1. Knowledge Hub
  2. Data Manipulation
  3. Getting started with data manipulation

Virtual dataset (Why and How?)

In this article we will look at what a virtual data set is, why use them and how to create them.

Introduction

Virtual datasets are similar to physical data sets and can be used for data analysis and to create visualizations but are fundamentally queries that make use of the physical datasets. These are not stored in the database. 

 

Problem:

If you have data on google sheets that you decide to integrate with our visualization platform, you'll notice that all the fields/columns in the google sheet dataset comes in as text field. This is not ideal but necessary as google sheet is a free form table where the columns don't necessarily have a strict type and users can input any kind of data. But from database standpoint this doesn't work as it needs the columns to have an appropriate type to perform aggregation. For example, lets say there is a salary field, if this is interpreted as text then it cannot be aggregated into anything meaningful (like average salary or total sum of salary)

Solution:

To avoid the problem highlighted above, we turn the physical datasets into virtual. And while doing so the system allows us to change the type from text to number or for that matter to a date type as well (if that is applicable)

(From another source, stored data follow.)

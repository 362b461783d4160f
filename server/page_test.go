package main

import (
	"context"
	"errors"
	"fmt"
	"io"
	"net/http"
	"net/http/httptest"
	"strings"
	"testing"

	"github.com/a-h/templ"

	"lanternbook/calc"
	"lanternbook/store"
)

// errorCase is an error that a page's handler returns, and what is made of it.
type errorCase struct {
	name   string
	err    error
	status int
	words  string
}

func TestErrorsOfPagesBecomePages(t *testing.T) {
	p := openShop(t)
	for _, c := range []errorCase{
		{"nothing there", fmt.Errorf("store: build 7: %w", store.ErrNotFound), 404, "does not exist"},
		{"changed meanwhile", fmt.Errorf("store: %w", &store.Stale{Have: 12}), 409, "revision 12"},
		{"nothing to undo", store.ErrNothing, 409, "nothing to undo"},
		{"part there already", &store.KeyTaken{}, 409, "drawer"},
		{"too much", &http.MaxBytesError{Limit: pageBody}, 413, "1 MiB"},
		{"document with a fault", calc.Invalid{{At: "/title", Reason: "the title is missing"}}, 422, "the title is missing"},
		{"no operating point", &calc.Unsolved{String: "A", Cause: errors.New("it oscillates")}, 422, "it oscillates"},
		{"in words", refuse(http.StatusTeapot, "Short and stout", "Pour %d cups", 2), 418, "Pour 2 cups"},
		{"anything else", errors.New("disk on fire at sector 9"), 500, "its log tells more"},
	} {
		t.Run(c.name, func(t *testing.T) {
			w := httptest.NewRecorder()
			handler := p.s.page(func(http.ResponseWriter, *http.Request) error { return c.err })
			handler.ServeHTTP(w, httptest.NewRequest(http.MethodGet, "/builds/7", nil))
			body := w.Body.String()
			if w.Code != c.status || w.Header().Get("Content-Type") != "text/html; charset=utf-8" {
				t.Errorf("status %d, %s; want %d", w.Code, w.Header().Get("Content-Type"), c.status)
			}
			if !strings.Contains(body, c.words) || !strings.Contains(body, "</html>") {
				t.Errorf("page without %q:\n%s", c.words, body)
			}
			if strings.Contains(body, "sector 9") {
				t.Error("an inner error is on the page")
			}
		})
	}
	if log := p.log.String(); !strings.Contains(log, "sector 9") || strings.Contains(log, "oscillates") {
		t.Errorf("the log should hold the unknown error alone:\n%s", log)
	}
}

func TestAnErrorBehindAScriptLeavesThePageStanding(t *testing.T) {
	p := openShop(t)
	a := p.do(http.MethodGet, "/nowhere", "", "HX-Request", "true")
	a.wantStatus(t, http.StatusNotFound)
	if a.header.Get("HX-Retarget") != "#main" || a.header.Get("HX-Reselect") != ".problem" || a.header.Get("HX-Reswap") != "afterbegin" {
		t.Errorf("headers %v", a.header)
	}
	if !strings.Contains(a.body, `class="problem"`) {
		t.Errorf("nothing to select in\n%s", a.body)
	}
	a = p.do(http.MethodGet, "/nowhere", "")
	if a.header.Get("HX-Retarget") != "" || a.header.Get("Vary") == "" {
		t.Errorf("a whole page has headers %v", a.header)
	}
}

func TestABrowserThatWentAwayIsNoFault(t *testing.T) {
	p := openShop(t)
	ctx, cancel := context.WithCancel(t.Context())
	cancel()
	for _, wrap := range []func(routed) http.HandlerFunc{p.s.page, p.s.api} {
		w := httptest.NewRecorder()
		wrap(func(_ http.ResponseWriter, r *http.Request) error {
			return fmt.Errorf("store: %w", r.Context().Err())
		}).ServeHTTP(w, httptest.NewRequest(http.MethodGet, "/", nil).WithContext(ctx))
		if w.Body.Len() > 0 {
			t.Errorf("answered %s", w.Body)
		}
	}
	if log := p.log.String(); log != "" {
		t.Errorf("logged %s", log)
	}
}

func TestAComponentThatFailsLeavesNoHalfPage(t *testing.T) {
	p := openShop(t)
	broken := templ.ComponentFunc(func(_ context.Context, w io.Writer) error {
		if _, err := io.WriteString(w, "<p>half"); err != nil {
			return err
		}
		return errors.New("no more paper")
	})
	w := httptest.NewRecorder()
	p.s.page(func(w http.ResponseWriter, r *http.Request) error {
		return render(w, r, http.StatusOK, broken)
	}).ServeHTTP(w, httptest.NewRequest(http.MethodGet, "/", nil))
	if w.Code != http.StatusInternalServerError || strings.Contains(w.Body.String(), "half") {
		t.Errorf("status %d:\n%s", w.Code, w.Body)
	}
}
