package main

import (
	"fmt"
	"net/http"
	"testing"
)

// BenchmarkEdit is one edit as a program sends it, end to end: over HTTP,
// through the strict reader and the whole check with worst cases, onto disk
// with a synced write, and back.
func BenchmarkEdit(b *testing.B) {
	p := openShop(b)
	address := p.importBuild(tide(b))
	revision := int64(1)
	b.ReportAllocs()
	for b.Loop() {
		volts := 2.2 + float64(revision%10)/100
		a := p.patch(address, entityTag(revision), fmt.Sprintf(`[{"op":"replace","path":"/strings/0/driver/control/volts","value":%.2f}]`, volts))
		if a.status != http.StatusOK {
			b.Fatalf("status %d: %s", a.status, a.body)
		}
		revision++
	}
}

Lets say your google sheet looks like this

Let us look at how to convert this to a virtual data set and also change the column(field) types appropriately

  1. After you bring this data into the platform using google sheet integration feature
  2. Navigate to the datasets and you should be able see the dataset (the screen will look like so)
  3. Lets click on the dataset and we will be navigated to the below screen
  4. Notice on the left bar that all the columns have been recognized as text (represented by "abc")
  5. To change this to virtual dataset and to interpret the column type appropriately, we click on the 3 dots and select the option "View in SQL Lab"
  6. You will see a screen that looks like below
  7. On the left side menu choose the table in the "SEE TABLE SCHEMA" drop-down, like so
  8. Let us now copy the select statement to make modifications to the datatype and column name if necessary, click on this icon
  9. Paste the statement on the text area on the right side (delete any other text that might have been in the text area), like so
  10. To change the datatypes of these columns, for example starting with id that has been interpreted as TEXT but should be a number, we need to do the following (append ::FLOAT after the id and put id in between double quotes like so)
              "id"::FLOAT,

At this point the select statement might look like

SELECT 

     "id"::FLOAT,
       age,
       "Location",
       created_at,
       "email availale?",
       "Non profit partner",
       "Contact with Family",
       "Saved from trafficking",
       "Familiarity with technology",
       _airbyte_ab_id,
       _airbyte_emitted_at,
       _airbyte_normalized_at,
       _airbyte_registration_system_hashid
FROM gs_data.registration_system


11. Lets say you want to change the name of the column, for example from id to "user_id", to do that, we use "as" keyword followed by the new name for the column

          "id"::FLOAT as "user_id",

Now your select statement looks like this

SELECT 

     "id"::FLOAT as "user_id",
       age,
       "Location",
       created_at,
       "email availale?",
       "Non profit partner",
       "Contact with Family",
       "Saved from trafficking",
       "Familiarity with technology",
       _airbyte_ab_id,
       _airbyte_emitted_at,
       _airbyte_normalized_at,
       _airbyte_registration_system_hashid
FROM gs_data.registration_system

12. Lets rename columns with question marks in the column names and change the datatypes to whatever is applicable (if possible avoid blank spaces and replace them with an underscore)

SELECT 

     "id"::FLOAT as "user_id",
    "age"::FLOAT as "age",
    "Location",
    "created_at"::TIMESTAMP,
    "email availale?" as "email_available",
    "Non profit partner" as "non_profit_partner",
    "Contact with Family" as "contact_with_family",
    "Saved from trafficking" as "saved_from_trafficking",,
    "Familiarity with technology" as "familiarity_with_technology",
    _airbyte_ab_id,
       _airbyte_emitted_at,
       _airbyte_normalized_at,
       _airbyte_registration_system_hashid
FROM gs_data.registration_system

13. Run the query by clicking on the button "RUN SELECTION", you should get an output that looks like the screenshot below

14. To save this as a virtual dataset, click on "CREATE CHART" and youn will see the following popup

15. Click on save and explore and you will be navigate to the chart creation screen. Notice on the left side that the columns now have appropriate types and they have been renamed to the names you set in the above query

 

The advantage of virtual dataset is that tomorrow if you want to make more changes you will be able to do them without adversely affecting the dashboard that may have been built on the original virtual dataset.